Book Review: A Single Stone by Meg McKinlay

Media Type: Ebook
Title: A Single Stone
Author: Meg McKinlay
Publisher: Candlewick Press
Pages: Hardcover; 272
Release Date: March 14, 2017
Source: Publisher
Content Screening: Mild Action Violence

HDB Rating: 3 Keys to My Heart

Recommended to: Readers who are looking for a MG friendly dystopian novel.

Add it on: Goodreads | Amazon | B&N
In an isolated society, one girl makes a discovery that will change everything — and learns that a single stone, once set in motion, can bring down a mountain.

Jena — strong, respected, reliable — is the leader of the line, a job every girl in the village dreams of. Watched over by the Mothers as one of the chosen seven, Jena’s years spent denying herself food and wrapping her limbs have paid off. She is small enough to squeeze through the tunnels of the mountain and gather the harvest, risking her life with each mission. No work is more important. This has always been the way of things, even if it isn’t easy. But as her suspicions mount and Jena begins to question the life she’s always known, the cracks in her world become impossible to ignore. Thought-provoking and quietly complex, Meg McKinlay’s novel unfolds into a harshly beautiful tale of belief, survival, and resilience stronger than stone.
What first drew me to A Single Stone was the fact that this is essentially a younger version of the YA and Adult dystopian novels that I love.
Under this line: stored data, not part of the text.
"""The sources, described: peak gain and direction, EIRP while on and averaged, far field.

Each figure is checked against its textbook closed form.
"""

from __future__ import annotations

import math

import numpy as np
import pytest
from scipy import constants

from keepclear.fields.describe import describe_sources, sources_text
from keepclear.fields.scenario import load_scenario

from .conftest import SCENARIOS

WAVELENGTH_M = constants.c / 2.45e9


def _one(write_scenario, source: str) -> dict:
    text = 'name = "described"\n[exposure]\nlimits = ["icnirp-2020/general-public"]\n' + source
    return describe_sources(load_scenario(write_scenario(text)))[0]


def test_isotropic_eirp_is_power_times_the_stated_gain(write_scenario):
    d = _one(
        write_scenario,
        "[[source]]\nid = 'iso'\nantenna = 'isotropic'\npower_w = 300.0\nduty_cycle = 0.25\n"
        "gain_dbi = 6.0\nposition_m = [0, 0, 1]\n",
    )
    # EIRP = P G (IEEE Std 145-2013, effective isotropically radiated power).
    assert d["peak_gain_dbi"] == pytest.approx(6.0, abs=1e-9)
    assert d["eirp_w"] == pytest.approx(300.0 * 10**0.6, rel=1e-9)
    assert d["average_eirp_w"] == pytest.approx(0.25 * 300.0 * 10**0.6, rel=1e-9)
    assert np.linalg.norm(d["peak_direction"]) == pytest.approx(1.0, abs=1e-12)


def test_half_wave_dipole_peak_gain_and_broadside_direction(write_scenario):
    d = _one(
        write_scenario,
        "[[source]]\nid = 'dip'\nantenna = 'dipole'\npower_w = 10.0\n"
        f"length_m = {WAVELENGTH_M / 2}\naxis = [0, 0, 1]\nposition_m = [0, 0, 2]\n",
    )
    # Balanis, Antenna Theory 4th ed., eq. (4-91): D0 = 1.643 for the half-wave dipole,
    # 2.16 dBi; the thin-wire model is within 0.02 dB of it.
    assert d["peak_gain_dbi"] == pytest.approx(10 * math.log10(1.643), abs=0.02)
    # The peak is broadside: perpendicular to the wire axis.
    assert abs(d["peak_direction"][2]) < 1e-6
    assert d["eirp_w"] == pytest.approx(10.0 * 10 ** (d["peak_gain_dbi"] / 10), rel=1e-9)


def test_quarter_wave_monopole_on_infinite_ground(write_scenario):
    d = _one(
        write_scenario,
        "[[source]]\nid = 'whip'\nantenna = 'monopole'\npower_w = 10.0\n"
        f"length_m = {WAVELENGTH_M / 4}\naxis = [0, 0, 1]\nposition_m = [0, 0, 0]\n",
    )
    # Balanis 4th ed., sec. 4.7.4: twice the half-wave dipole's directivity, 3.286 (5.17 dBi).
    assert d["peak_gain_dbi"] == pytest.approx(10 * math.log10(3.286), abs=0.02)
    assert abs(d["peak_direction"][2]) < 1e-6


def test_demo_horn_points_along_its_boresight_with_the_fraunhofer_distance():
    scenario = load_scenario(SCENARIOS / "horn-bench-options.toml")
    d = describe_sources(scenario)[0]
    radiator = scenario.sources[0].radiator
    assert d["peak_direction"] == pytest.approx([1.0, 0.0, 0.0], abs=1e-12)
    assert d["peak_gain_dbi"] == pytest.approx(10 * math.log10(radiator.max_gain()), abs=1e-9)
    # Balanis 4th ed., eq. (2-1): R = 2 D^2 / lambda; the 0.24 m x 0.18 m aperture's
    # diagonal is D = 0.30 m.
    assert d["far_field_distance_m"] == pytest.approx(2 * 0.30**2 / WAVELENGTH_M, rel=1e-6)
    source = scenario.sources[0]
    assert d["average_eirp_w"] == pytest.approx(source.duty_cycle * d["eirp_w"], rel=1e-12)
    (line,) = sources_text([d])
    assert "dBi" in line and "EIRP" in line


def test_every_bundled_source_is_described_with_finite_numbers():
    for path in sorted(SCENARIOS.glob("*.toml")):
        for d in describe_sources(load_scenario(path)):
            assert math.isfinite(d["peak_gain_dbi"]), path.name
            assert d["eirp_w"] >= d["average_eirp_w"] > 0, path.name
            assert d["far_field_distance_m"] >= 0, path.name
I was so excited to see how Meg McKinlay would bring Jena's sheltered world to life, and how she would address the society as a whole. I won't lie, I had pretty high hopes for this book. Unfortunately, it failed to reach quite as high as my expectations were set.

To start with the positives, I can say that Jena's society is fairly well laid out in this book. The reader quickly understands that the mountain, and the harvest, are the focal point of life in this small society. Status in Jena's world is based on how much one is able to contribute to the community, and that means that the girls who can descend into the mountain are the elite. I loved this concept, and especially loved the fact that Jena's backstory didn't allow her to be too proud. Her life hasn't been an easy one, and so Jena takes nothing for granted. Which is important in this story.

What I missed, mainly the further I got into the book, was real character development. Although Jena definitely learns the dark secrets that her society hides, she never really grows as a person. I think, and this is completely my opinion, that the lack of real dialogue in this book is really what sets it back. We see what Jena thinks. We see what she does. We never see her really stand up for herself, or her beliefs, though. It made really falling in love with her as a character, and therefore with the characters around her, a lot more difficult.

In fact, I think what this book really needed was just more time. More pages to bring Jena into her own. More opportunity for interactions with her fellow community members and, especially, more time for adventure in the mountain. The book flew by, but I was left at the end feeling like something was missing. I loved the concepts presented in this book, but I feel like they weren't as fleshed out as they could be. So I'm sitting at a three star rating.

FTC Disclosure: I received a copy of this book in exchange for a fair and honest review. I was not monetarily compensated for my opinion.